Discounted Return (折扣回报)
- Discount rate $\gamma \in [0, 1]$.
- Discounted Return = $R_{t+1} + \gamma R_{t+2} + \gamma^2 R_{t+3} + \dots$
- 例: $0 + \gamma \cdot 0 + \gamma^2 \cdot 0 + \gamma^3 \cdot 1 = \gamma^3$.
- 作用:
  1. Sum 收敛 (有限)。
  2. Balance the far and near future rewards. (权衡远近奖励)
  3. $\gamma$ 越小越近视。
Episode (回合)
- The resulting trajectory is called an episode (a trial).
- An episode is usually assumed to be a finite trajectory.
- Episodic Tasks (回合制任务): Tasks with episodes.
- Continuing Tasks (连续性任务): 没有 terminal state 的任务, 为了让收益有限, 我们采用折扣。
- 更一般化表示 (Convert episodic tasks to continuing tasks)
  - Option 1: Treat the target state as a special absorbing state. Agent 到达后不再 leave, reward r=0.
  - Option 2: Treat the target state as a normal state with a policy.
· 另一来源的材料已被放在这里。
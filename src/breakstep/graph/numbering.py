"""Numbers and edges of a whole phase at once, for dispatches that never hold single tasks.

The same phases give the same numbers wherever they are unrolled: first the phase's step tasks by tile, then
the nodes of each reduction tree it feeds, level by level, then, where a barrier stands, a counter for each
worker and the release.
"""

from __future__ import annotations

from collections.abc import Iterator, Sequence
from dataclasses import dataclass

import numpy as np
from numpy.typing import NDArray

from breakstep.graph.stages import Stage
from breakstep.graph.tasks import TREE_ARITY, EdgeKind, HaloPlans
from breakstep.graph.unroll import INITIAL, Phase

Integers = NDArray[np.int64]
Edges = tuple[Integers, Integers, EdgeKind]  # producers, consumers, what they carry


def level_sizes(leaves: int) -> list[int]:
    """Nodes on each level of the reduction tree over so many tiles, the root's level last."""
    sizes: list[int] = []
    while not sizes or sizes[-1] > 1:
        leaves = -(-leaves // TREE_ARITY)
        sizes.append(leaves)
    return sizes


@dataclass(frozen=True)
class PhaseNumbers:
    """Where the numbers of one phase begin."""

    steps: int
    trees: dict[int, int]  # reduction instance -> first node
    barrier: int | None  # first counter


class Numbering:
    """Gives phases their numbers in the order in which they are emitted.

    Parameters
    ----------
    tiles, workers : int
    barrier_stages : set of int
        Stages behind which a barrier stands.
    """

    def __init__(self, tiles: int, workers: int, barrier_stages: frozenset[int]) -> None:
        self.tiles, self.workers = tiles, workers
        self.levels = level_sizes(tiles)
        self._before_level = [sum(self.levels[:level]) for level in range(len(self.levels))]
        self._barrier_stages = barrier_stages
        self._next = 0
        self.before = -1  # first step task of the phase that the initial state stands for; -1 for none
        self.phases: dict[int, PhaseNumbers] = {}
        self.instances: dict[int, tuple[int, int]] = {}  # instance -> (phase, first node)

    def add(self, phase: Phase) -> PhaseNumbers:
        """Number a phase."""
        steps = self._take(self.tiles)
        trees = {making.instance: self._take(sum(self.levels)) for making in phase.makes}
        barrier = self._take(self.workers + 1) if phase.stage.index in self._barrier_stages else None
        numbers = self.phases[phase.number] = PhaseNumbers(steps, trees, barrier)
        self.instances.update({instance: (phase.number, first) for instance, first in trees.items()})
        return numbers

    def go_on(self, last_phase: int) -> None:
        """The unrolling starts afresh from the state that a phase left; numbers go on."""
        self.before = self.phases[last_phase].steps if last_phase in self.phases else -1
        self.phases.clear()
        self.instances.clear()

    def step(self, phase: int, tile: int) -> int:
        """Number of a step task; of the initial state, -1 or the task that it stands for."""
        if phase == INITIAL:
            return -1 if self.before < 0 else self.before + tile
        return self.phases[phase].steps + tile

    def node(self, instance: int, level: int, index: int) -> int:
        """Number of a node of a reduction."""
        return self.instances[instance][1] + self._before_level[level] + index

    def root(self, instance: int) -> int:
        """Number of a reduction's root."""
        return self.node(instance, len(self.levels) - 1, 0)

    def counter(self, phase: int, worker: int) -> int:
        """Number of a worker's barrier counter."""
        barrier = self.phases[phase].barrier
        assert barrier is not None
        return barrier + worker

    def release(self, phase: int) -> int:
        """Number of a barrier's release."""
        return self.counter(phase, self.workers)

    def forget(self, before: int) -> None:
        """Drop phases below a number, and the instances they made."""
        for number in [n for n in self.phases if n < before]:
            del self.phases[number]
        for instance in [i for i, (phase, _) in self.instances.items() if phase < before]:
            del self.instances[instance]

    def _take(self, count: int) -> int:
        first, self._next = self._next, self._next + count
        return first


class PhaseEdges:
    """All edges into the tasks of a phase, as arrays.

    Parameters
    ----------
    numbering : Numbering
    plans : HaloPlans
    owners : sequence of int
    arity : int
        Workers below a worker in the barrier tree.
    """

    def __init__(self, numbering: Numbering, plans: HaloPlans, owners: Sequence[int], arity: int) -> None:
        self.numbering, self.plans = numbering, plans
        self.owners = np.array(owners, dtype=np.int64)
        self.arity = arity
        self._reads: dict[tuple[int, tuple[str, ...]], tuple[Integers, Integers]] = {}

    def into(self, phase: Phase) -> Iterator[Edges]:
        """Edges into a phase that has been numbered."""
        first = self.numbering.phases[phase.number].steps
        yield from self._data(phase, first)
        yield from self._values(phase, first)
        yield from self._trees(phase)
        if phase.waits_for is not None:
            tiles = np.arange(self.numbering.tiles)
            yield self._all(self.numbering.release(phase.waits_for), first + tiles, EdgeKind.BARRIER)
        if self.numbering.phases[phase.number].barrier is not None:
            yield from self._barrier(phase, first)

    def _data(self, phase: Phase, first: int) -> Iterator[Edges]:
        by_source: dict[int, list[str]] = {}
        for name, source in phase.sources.items():
            if source != INITIAL or self.numbering.before >= 0:
                by_source.setdefault(source, []).append(name)
        for source, names in by_source.items():
            theirs, ours = self._pairs(phase.stage, tuple(names))
            yield self.numbering.step(source, 0) + theirs, first + ours, EdgeKind.DATA

    def _pairs(self, stage: Stage, names: tuple[str, ...]) -> tuple[Integers, Integers]:
        """Producer and consumer tiles of a stage's reads of some fields, each pair once."""
        key = (stage.index, names)
        if key not in self._reads:
            reads = [read for read in stage.reads if read.field in names]
            pairs = {(tile, tile) for tile in range(self.numbering.tiles)}
            for read in reads:
                if not read.is_local:
                    for tile in range(self.numbering.tiles):
                        pairs |= {(rim.neighbour, tile) for rim in self.plans.plan(tile, read).rims}
            ordered = np.array(sorted(pairs, key=lambda pair: (pair[1], pair[0])), dtype=np.int64)
            self._reads[key] = (ordered[:, 0], ordered[:, 1])
        return self._reads[key]

    def _values(self, phase: Phase, first: int) -> Iterator[Edges]:
        instances = {ref.instance for ref in phase.values.values()}
        if phase.gate is not None:
            instances.add(phase.gate.instance)
        for instance in sorted(instances & self.numbering.instances.keys()):
            yield self._all(self.numbering.root(instance), first + np.arange(self.numbering.tiles), EdgeKind.REDUCTION)

    def _trees(self, phase: Phase) -> Iterator[Edges]:
        numbers = self.numbering.phases[phase.number]
        for making in phase.makes:
            below = numbers.steps + np.arange(self.numbering.tiles)
            for level, size in enumerate(self.numbering.levels):
                nodes = self.numbering.node(making.instance, level, 0) + np.arange(size)
                yield below, nodes[np.arange(len(below)) // TREE_ARITY], EdgeKind.REDUCTION
                below = nodes
            if making.previous in self.numbering.instances:
                assert making.previous is not None
                yield self._all(self.numbering.root(making.previous), below[-1:], EdgeKind.REDUCTION)

    def _barrier(self, phase: Phase, first: int) -> Iterator[Edges]:
        numbering = self.numbering
        tiles = np.arange(numbering.tiles)
        counters = numbering.counter(phase.number, 0) + np.arange(numbering.workers)
        yield first + tiles, counters[self.owners], EdgeKind.BARRIER
        below = np.arange(1, numbering.workers)
        yield counters[below], counters[(below - 1) // self.arity], EdgeKind.BARRIER
        yield self._all(int(counters[0]), np.array([numbering.release(phase.number)]), EdgeKind.BARRIER)

    @staticmethod
    def _all(producer: int, consumers: Integers, kind: EdgeKind) -> Edges:
        return np.full(len(consumers), producer, dtype=np.int64), consumers.astype(np.int64), kind
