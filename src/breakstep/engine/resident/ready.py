"""Ready tasks in order of urgency; with a second order, by phase, for when only the oldest phase may run.

A task stands in both orders. Taken from one, it is left in the other as a leftover, which is skipped when it
comes up. Among all phases, leftovers never outnumber the tasks that are ready; those of a phase go with its last task.
"""

from __future__ import annotations

import heapq
from typing import TypeAlias

from breakstep.engine.resident.states import READY, RUNNING, PhaseState, TaskState

Entry: TypeAlias = tuple[tuple[int, int, int], int, TaskState]


class ReadyQueue:
    """Ready tasks of one worker.

    Parameters
    ----------
    by_phase : bool
        Whether :meth:`pop_from` will be asked.
    """

    def __init__(self, by_phase: bool) -> None:
        self._by_phase = by_phase
        self._heap: list[Entry] = []
        self._entries = 0  # settles ties by order of arrival
        self._leftovers = 0

    def __len__(self) -> int:
        return len(self._heap) - self._leftovers

    def push(self, task: TaskState) -> None:
        """A task that misses nothing."""
        task.move(READY)
        self._entries += 1
        entry = (task.priority, self._entries, task)
        heapq.heappush(self._heap, entry)
        if self._by_phase:
            heapq.heappush(task.where.ready, entry)

    def pop(self) -> TaskState | None:
        """The most urgent task, now running."""
        while self._heap:
            task = heapq.heappop(self._heap)[2]
            if task.state is READY:
                task.move(RUNNING)
                self._sweep()
                return task
            self._leftovers -= 1
        return None

    def pop_from(self, phase: PhaseState) -> TaskState | None:
        """The most urgent task of one phase, now running."""
        while phase.ready:
            task = heapq.heappop(phase.ready)[2]
            if task.state is READY:
                task.move(RUNNING)
                self._leftovers += 1
                self._sweep()
                return task
        return None

    def _sweep(self) -> None:
        """Drop leftovers when they are more than half of all: this costs each task a constant on average."""
        if 2 * self._leftovers > len(self._heap):
            self._heap = [entry for entry in self._heap if entry[2].state is READY]
            heapq.heapify(self._heap)
            self._leftovers = 0

    def tasks(self) -> list[TaskState]:
        """Every ready task, in no order."""
        return [task for _, _, task in self._heap if task.state is READY]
Agent 可能会离开, 当进入 target state, r=+1.
  - 笔记注记: Option 2 更加泛化。
Markov Decision Process (MDP)
- Sets (集合):
  - State: The set of states $S$.
  - Action: The set of actions $A(s)$ is associated for state $s \in S$.
  - Reward: The set of rewards $R(s, a)$.
- Probability distribution (概率分布):
  - State transition probability: At state $s$, taking action $a$, the probability to transit to state $s’$ is $p(s’|s,a)$.
  - Reward probability: At state $s$, take action $a$, the probability to get reward $r$ is $p(r|s,a)$.
- Policy (策略, $\pi$): At state $s$, the probability to choose action $a$ is $\pi(a|s)$.
- Markov Property (马尔可夫性质)
  - Memoryless property (无记忆性).
  - $p(S_{t+1} | A_t, S_t, \dots, a_0, S_0) = p(S_{t+1} | A_t, S_t)$.
  - $p(R_{t+1} | A_t, S_t, \dots, a_0, S_0) = p(R_{t+1} | A_t, S_t)$.